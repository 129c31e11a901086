//! The whole design: primary inductance and bulk capacitor chosen at low line and full load,
//! current limit, clamp, every corner, overload power across line, bias estimate and rules.

use super::clamp::{design_clamp, ClampDesign, ZenerSpread, CLAMP_CAPACITOR_RIPPLE};
use super::operating_point::{show, Context, OperatingPoint};
use super::output::{post_filter, PostFilter};
use super::rules::flyback_rule_book;
use super::rules::DRAIN_DERATING;
use super::short_circuit::{short_circuit_at, ShortCircuitPoint};
use super::spec::{
    BulkChoice, ClampKind, FlybackSpec, InputRange, Leakage, LightLoadControl, ModeTarget,
    DEFAULT_CLAMP_OVERSHOOT_FRACTION, DEFAULT_VALLEY_FRACTION, MIN_CLAMP_OVERSHOOT_FRACTION,
};
use super::thermal::{junction_temperatures, JunctionTemperature};
use super::waveform::{boundary_duty, boundary_inductance_si, ConductionMode};
use crate::error::{Error, ErrorKind, Result};
use crate::mains::{bulk_capacitance_for_valley, hold_up_time};
use crate::numeric::{brent, Sample, Tolerance};
use crate::passives::e_series::at_or_above_value;
use crate::passives::ESeries;
use crate::report::{Field, Record, Table};
use crate::rules::{worst_status, CheckResult, RuleBook, Status};
use crate::units::{
    si, Capacitance, Dimension, ElectricCurrent, ElectricPotential, Frequency, Inductance, Power,
    Quantity, Time,
};
use std::f64::consts::SQRT_2;

/// Headroom of the chosen current limit over the peak current at low line, full load, at the
/// low end of its tolerance (common practice, no published source).
pub const CURRENT_LIMIT_HEADROOM: f64 = 0.1;
/// The load of the no-load points as a fraction of full load: what the feedback network and a
/// small pre-load draw (common practice, no published source).
pub const NO_LOAD_FRACTION: f64 = 1e-3;
/// Change of a rectifier's forward drop per e-fold of its current, used by the bias estimate
/// (common practice, no published source).
pub const RECTIFIER_DROP_PER_EFOLD: f64 = 0.05;

/// Output power when the primary current reaches the current limit, or the duty cycle the
/// controller's maximum, whichever comes at the lower load.
///
/// Formula: the load k at which I_pk(k) = I_lim + V_valley·t_d/L (the sense-delay overshoot at
/// the primary slope V/L), or D(k) = D_max if that is lower, by Brent's method on k; power k·P_out.
/// Assumes a fixed-frequency peak-current-mode controller and outputs that stay in regulation
/// up to that load. Reference: common practice, no published source.
#[derive(Clone, Debug, PartialEq)]
pub struct OverloadPoint {
    /// Line voltage (RMS, or DC bus).
    pub line_voltage: ElectricPotential,
    /// `minimum` or `maximum` end of the current limit's tolerance.
    pub limit_case: &'static str,
    /// The current limit at that end of its tolerance.
    pub current_limit: ElectricCurrent,
    /// Peak current reached, including the overshoot during the sense delay:
    /// I_lim + V_valley·t_d/L.
    pub primary_current_peak: ElectricCurrent,
    /// Output power delivered before the limit trips: the load at which the corner's peak
    /// current equals the limit plus overshoot, found by Brent's method, times full-load power.
    pub output_power: Power,
    /// That power over the full-load output power.
    pub load_fraction: f64,
    /// Conduction mode at the limit.
    pub mode: ConductionMode,
    /// Duty cycle there (at most `max_duty_cycle`).
    pub duty_cycle: f64,
    /// What ends the power: `current_limit`, or `max_duty_cycle` where the controller's duty
    /// limit is reached at a lower load than the current limit (the output then falls out of
    /// regulation before the current limit trips).
    pub limited_by: &'static str,
}

/// Estimate of the bias (controller supply) winding.
#[derive(Clone, Copy, Debug, PartialEq)]
pub struct BiasEstimate {
    /// Primary to bias turns ratio, N_p/N_b.
    pub turns_ratio: f64,
    /// Bias turns per turn of the regulated output's winding, N_b/N_s.
    pub turns_per_regulated_turn: f64,
    /// Estimated bias voltage at full load.
    pub voltage_full_load: ElectricPotential,
    /// Estimated bias voltage at light load: (V_o + V_f,light)·N_b/N_s − V_f,bias, with the
    /// regulated rectifier's drop lowered by [`RECTIFIER_DROP_PER_EFOLD`] per e-fold of load
    /// (an estimate: leakage-spike peak charging, which raises the bias at heavy load, is not
    /// modelled; common practice, no published source).
    pub voltage_light_load: ElectricPotential,
}

/// A value the specification left open that the design derived from the rest of it.
#[derive(Clone, Debug, PartialEq)]
pub struct DerivedDefault {
    /// The specification key (script name), e.g. `target_valley_voltage`.
    pub key: &'static str,
    /// The value used.
    pub value: Quantity,
    /// How it was derived, with the numbers.
    pub derivation: String,
}

/// A complete flyback power-stage design.
#[derive(Clone, Debug, PartialEq)]
pub struct FlybackDesign {
    /// Full-load output power (loads only).
    pub output_power: Power,
    /// Primary (magnetising) inductance.
    pub primary_inductance: Inductance,
    /// Leakage inductance referred to the primary.
    pub leakage_inductance: Inductance,
    /// Switching frequency.
    pub switching_frequency: Frequency,
    /// Reflected voltage of the regulated output.
    pub reflected_voltage: ElectricPotential,
    /// Nominal current limit.
    pub current_limit: ElectricCurrent,
    /// Relative tolerance of the current limit.
    pub current_limit_tolerance: f64,
    /// Turns ratio N_p/N_s per output, in the order of the spec.
    pub turns_ratios: Vec<f64>,
    /// Turns ratio N_p/N_b of the bias winding.
    pub bias_turns_ratio: Option<f64>,
    /// Bulk capacitance (None for a DC input).
    pub bulk_capacitance: Option<Capacitance>,
    /// Lowest bulk voltage at which the duty limit is still met at full load.
    pub bulk_valley_needed: ElectricPotential,
    /// Hold-up time from the low-line valley at full load down to the end voltage (AC only).
    pub hold_up_time: Option<Time>,
    /// Bulk voltage at which the hold-up time ends.
    pub hold_up_end_voltage: ElectricPotential,
    /// Every corner: four of line and load, then the current limit at low and high line.
    pub corners: Vec<OperatingPoint>,
    /// The clamp, sized at the highest current limit and high line.
    pub clamp: ClampDesign,
    /// Post filter per output (None where there is none).
    pub post_filters: Vec<Option<PostFilter>>,
    /// Output power at the current limit across line and tolerance (or at the duty limit,
    /// where that comes first; see [`OverloadPoint::limited_by`]).
    pub overload: Vec<OverloadPoint>,
    /// Bias winding estimate.
    pub bias: Option<BiasEstimate>,
    /// Efficiency at low line, full load.
    pub efficiency: f64,
    /// Efficiency iterations at low line, full load.
    pub efficiency_iterations: usize,
    /// Largest efficiency residual over the corners.
    pub efficiency_residual: f64,
    /// Iterations of the inductance and bulk-capacitor choice.
    pub design_iterations: usize,
    /// The rule book used (defaults with the spec's overrides).
    pub rules: RuleBook,
    /// Rule results.
    pub checks: Vec<CheckResult>,
    /// The values the specification left open and the design derived, with how.
    pub defaults: Vec<DerivedDefault>,
    /// The regulated output shorted, at low and high line, at the highest current limit
    /// (empty when its rectifier has no drop: nothing would demagnetise the inductance).
    pub short_circuit: Vec<ShortCircuitPoint>,
    /// Junction temperature of the switch and of each output rectifier at its worst corner.
    pub junctions: Vec<JunctionTemperature>,
    /// No load at low and high line ([`NO_LOAD_FRACTION`] of full load), with the
    /// controller's light-load behaviour: the no-load input power estimate.
    pub no_load: Vec<OperatingPoint>,
}

fn leakage_of(spec: &FlybackSpec, l: f64) -> f64 {
    match spec.leakage {
        Leakage::Fraction(x) => x * l,
        Leakage::Value(v) => v.value,
    }
}

fn choose_inductance(mode: ModeTarget, vin: f64, p: f64, vr: f64, f: f64) -> f64 {
    let lb = boundary_inductance_si(vin, p, vr, f);
    match mode {
        ModeTarget::Discontinuous { margin } => (1.0 - margin) * lb,
        ModeTarget::Boundary => lb,
        ModeTarget::Continuous { ripple_ratio } => 2.0 * lb / ripple_ratio,
    }
}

•••

Which of the lines above mention the word "source"? Pull those lines out.

**RESPONSE TO THIS EXERCISE**
/// low end of its tolerance (common practice, no published source).
/// small pre-load draw (common practice, no published source).
/// (common practice, no published source).
/// up to that load. Reference: common practice, no published source.
    /// modelled; common practice, no published source).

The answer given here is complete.